[Collected data entries]
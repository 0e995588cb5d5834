package yields

import (
	"bytes"
	"strings"
	"testing"

	"github.com/stretchr/testify/assert"
	"github.com/stretchr/testify/require"
)

// Chemical symbols by atomic number (IUPAC periodic table; common
// knowledge): a few anchors, and every symbol reads back as its element.
func TestElements(t *testing.T) {
	for sym, z := range map[string]Element{"H": 1, "He": 2, "C": 6, "O": 8, "Ne": 10, "Na": 11, "Ar": 18,
		"Ca": 20, "Fe": 26, "Ni": 28, "Sr": 38, "Ba": 56, "Eu": 63, "Pb": 82, "U": 92, "Og": 118} {
		e, err := ParseElement(sym)
		require.NoError(t, err, sym)
		assert.Equal(t, z, e, sym)
		assert.Equal(t, sym, e.Symbol())
	}
	for z := Element(1); int(z) <= NumElements; z++ {
		for _, form := range []string{z.Symbol(), strings.ToLower(z.Symbol()), strings.ToUpper(z.Symbol())} {
			e, err := ParseElement(form)
			require.NoError(t, err, form)
			assert.Equal(t, z, e, form)
		}
	}
	for _, bad := range []string{"", "Z", "Xx", "Fe2", "iron", "Uue"} {
		_, err := ParseElement(bad)
		assert.ErrorIs(t, err, ErrSpecies, bad)
	}
	assert.Equal(t, "?", Element(0).Symbol())
	assert.Equal(t, "?", Element(119).Symbol())
	assert.False(t, Element(0).Valid())
}

// The default set is the elements Wiersma, Schaye & Smith (2009, MNRAS
// 393, 99; from memory) followed for cooling, in the slots of the named
// constants; the zero value is the default set.
func TestDefaultSpeciesSet(t *testing.T) {
	d := DefaultSpeciesSet()
	assert.Equal(t, "H,He,C,N,O,Ne,Mg,Si,S,Ca,Fe", d.String())
	assert.Equal(t, d, SpeciesSet{}.resolved())
	assert.True(t, SpeciesSet{}.IsDefault())
	assert.Equal(t, 11, d.Len())
	assert.Equal(t, int(NumSpecies), d.Slots())
	for s := Species(0); s < NumSpecies; s++ {
		assert.Equal(t, s.Symbol(), d.Symbol(s))
		assert.Equal(t, s.Symbol(), SpeciesSet{}.Symbol(s))
	}
	for _, c := range []struct {
		slot Species
		e    Element
	}{{Hydrogen, ElementHydrogen}, {Helium, ElementHelium}, {Oxygen, ElementOxygen}, {Iron, ElementIron}, {Calcium, ElementCalcium}} {
		got, ok := d.Slot(c.e)
		assert.True(t, ok)
		assert.Equal(t, c.slot, got)
	}
	// Naming the default elements in their order gives the default set,
	// equal as a value to the zero value.
	same, err := ParseSpeciesSet("H,He,C,N,O,Ne,Mg,Si,S,Ca,Fe")
	require.NoError(t, err)
	assert.Equal(t, SpeciesSet{}, same)
}

func TestSpeciesSetChoice(t *testing.T) {
	s, err := ParseSpeciesSet(" fe, O ,Ni,h")
	require.NoError(t, err)
	assert.Equal(t, "Fe,O,Ni,H", s.String())
	assert.Equal(t, []string{"Z", "Fe", "O", "Ni", "H"}, s.Symbols())
	assert.Equal(t, 4, s.Len())
	assert.Equal(t, 5, s.Slots())
	sp, ok := s.Slot(28)
	assert.True(t, ok)
	assert.Equal(t, Species(3), sp)
	_, ok = s.Slot(ElementHelium)
	assert.False(t, ok)
	e, ok := s.Element(1)
	assert.True(t, ok)
	assert.Equal(t, ElementIron, e)
	for _, slot := range []Species{Metals, 5, -1, NumSpecies} {
		_, ok := s.Element(slot)
		assert.False(t, ok, "slot %d", slot)
	}
	assert.Equal(t, "?", s.Symbol(5))
	assert.False(t, s.IsDefault())

	tests := []struct {
		list, want string
	}{
		{"", "no elements"},
		{"  ", "no elements"},
		{"O,,Fe", "empty entry"},
		{"O,Fe,", "empty entry"},
		{"O,Xx", `"Xx" is not a chemical symbol`},
		{"O,Fe,o", "O named twice"},
		{"Z,O", "total metals (Z) are always tracked"},
		{"H,He,Li,Be,B,C,N,O,F,Ne,Na,Mg", "12 elements, at most 11"},
	}
	for _, tc := range tests {
		_, err := ParseSpeciesSet(tc.list)
		require.ErrorIs(t, err, ErrSpecies, tc.list)
		assert.Contains(t, err.Error(), tc.want, tc.list)
	}
	_, err = NewSpeciesSet(ElementOxygen, 0)
	assert.ErrorIs(t, err, ErrSpecies)
	_, err = NewSpeciesSet(119)
	assert.ErrorIs(t, err, ErrSpecies)
}

func TestRestate(t *testing.T) {
	var a Abundances
	for s := range a {
		a[s] = float64(10 + s) // Z = 10, H = 11, ..., Fe = 21
	}
	to := mustSpecies("Fe,H,O")
	got, _, ok := Restate(&a, DefaultSpeciesSet(), to)
	require.True(t, ok)
	assert.Equal(t, Abundances{10, 21, 11, 15}, got)
	back, missing, ok := Restate(&got, to, DefaultSpeciesSet())
	assert.False(t, ok)
	assert.Equal(t, ElementHelium, missing)
	assert.Equal(t, Abundances{}, back)
}

// Looking species up and restating amounts allocate nothing: they run
// per star in the hot loops.
func TestSpeciesSetDoesNotAllocate(t *testing.T) {
	s := mustSpecies("Fe,O,Ni")
	var a Abundances
	allocs := testing.AllocsPerRun(100, func() {
		sp, _ := s.Slot(ElementOxygen)
		e, _ := s.Element(sp)
		_ = s.Symbol(sp) + e.Symbol()
		a, _, _ = Restate(&a, s, s)
		_ = s.IsDefault()
	})
	assert.Zero(t, allocs)

	cfg := DefaultConfig()
	cfg.Species = s.withoutNickel(t)
	p, err := NewPopulation(cfg)
	require.NoError(t, err)
	allocs = testing.AllocsPerRun(100, func() {
		_, _ = p.Release(1, 30, 0.01)
	})
	assert.Zero(t, allocs)
}

func (s SpeciesSet) withoutNickel(t *testing.T) SpeciesSet {
	t.Helper()
	var keep []Element
	for _, e := range s.Elements() {
		if e.Symbol() != "Ni" {
			keep = append(keep, e)
		}
	}
	out, err := NewSpeciesSet(keep...)
	require.NoError(t, err)
	return out
}

// A table may carry any element: one with nickel columns reads, lays its
// releases out by what it carries, and can be narrowed to a chosen set.
func TestTableCarriesAnyElement(t *testing.T) {
	p := newTestPopulation(t, Kroupa)
	layout := exampleLayout()
	layout.Ages = layout.Ages[:6]
	layout.Metallicities = []float64{0.0134}
	var buf bytes.Buffer
	require.NoError(t, WriteTable(&buf, p, layout))
	// Give the core-collapse ejecta a nickel column: a tenth of the iron.
	lines := strings.Split(strings.TrimSpace(buf.String()), "\n")
	head := strings.Split(lines[0], ",")
	fe := -1
	for i, h := range head {
		if h == "ccsn_fe[Msun/Msun]" {
			fe = i
		}
	}
	require.Positive(t, fe)
	var out []string
	for i, l := range lines {
		f := strings.Split(l, ",")
		extra := "ccsn_ni[Msun/Msun]"
		if i > 0 {
			extra = "0"
		}
		out = append(out, strings.Join(append(f, extra), ","))
	}
	tab, err := ReadTable(strings.NewReader(strings.Join(out, "\n") + "\n"))
	require.NoError(t, err)
	assert.Equal(t, "H,He,O,Fe,Ni", tab.Carried().String())
	assert.Equal(t, tab.Carried(), tab.Species(), "a table carrying a non-default element is laid out by what it carries")
	r, err := tab.Release(0, 1, 0.0134)
	require.NoError(t, err)
	assert.Positive(t, r.Channels[MassiveWinds].Species[3], "oxygen in slot 3")

	narrow, err := tab.WithSpecies(mustSpecies("Ni,O"))
	require.NoError(t, err)
	n, err := narrow.Release(0, 1, 0.0134)
	require.NoError(t, err)
	assert.Equal(t, r.Channels[MassiveWinds].Species[3], n.Channels[MassiveWinds].Species[2])
	assert.Equal(t, r.Channels[MassiveWinds].Species[Metals], n.Channels[MassiveWinds].Species[Metals])
	_, err = tab.WithSpecies(mustSpecies("O,C"))
	require.ErrorIs(t, err, ErrSpecies)
	assert.Contains(t, err.Error(), "no columns for C")

	// The example table carries default elements only: laid out by the
	// default set, the elements it lacks released as zero.
	ex, err := ReadTableFile(exampleTablePath)
	require.NoError(t, err)
	assert.True(t, ex.Species().IsDefault())
	assert.Equal(t, "H,He,O,Fe", ex.Carried().String())
}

EXERCISE AIM
Using the data above, extract exactly the lines from the one that holds "var buf bytes.Buffer" to the one that holds "table carrying a", both ends included, and no others.

RESPONSE TO THIS EXERCISE
	var buf bytes.Buffer
	require.NoError(t, WriteTable(&buf, p, layout))
	// Give the core-collapse ejecta a nickel column: a tenth of the iron.
	lines := strings.Split(strings.TrimSpace(buf.String()), "\n")
	head := strings.Split(lines[0], ",")
	fe := -1
	for i, h := range head {
		if h == "ccsn_fe[Msun/Msun]" {
			fe = i
		}
	}
	require.Positive(t, fe)
	var out []string
	for i, l := range lines {
		f := strings.Split(l, ",")
		extra := "ccsn_ni[Msun/Msun]"
		if i > 0 {
			extra = "0"
		}
		out = append(out, strings.Join(append(f, extra), ","))
	}
	tab, err := ReadTable(strings.NewReader(strings.Join(out, "\n") + "\n"))
	require.NoError(t, err)
	assert.Equal(t, "H,He,O,Fe,Ni", tab.Carried().String())
	assert.Equal(t, tab.Carried(), tab.Species(), "a table carrying a non-default element is laid out by what it carries")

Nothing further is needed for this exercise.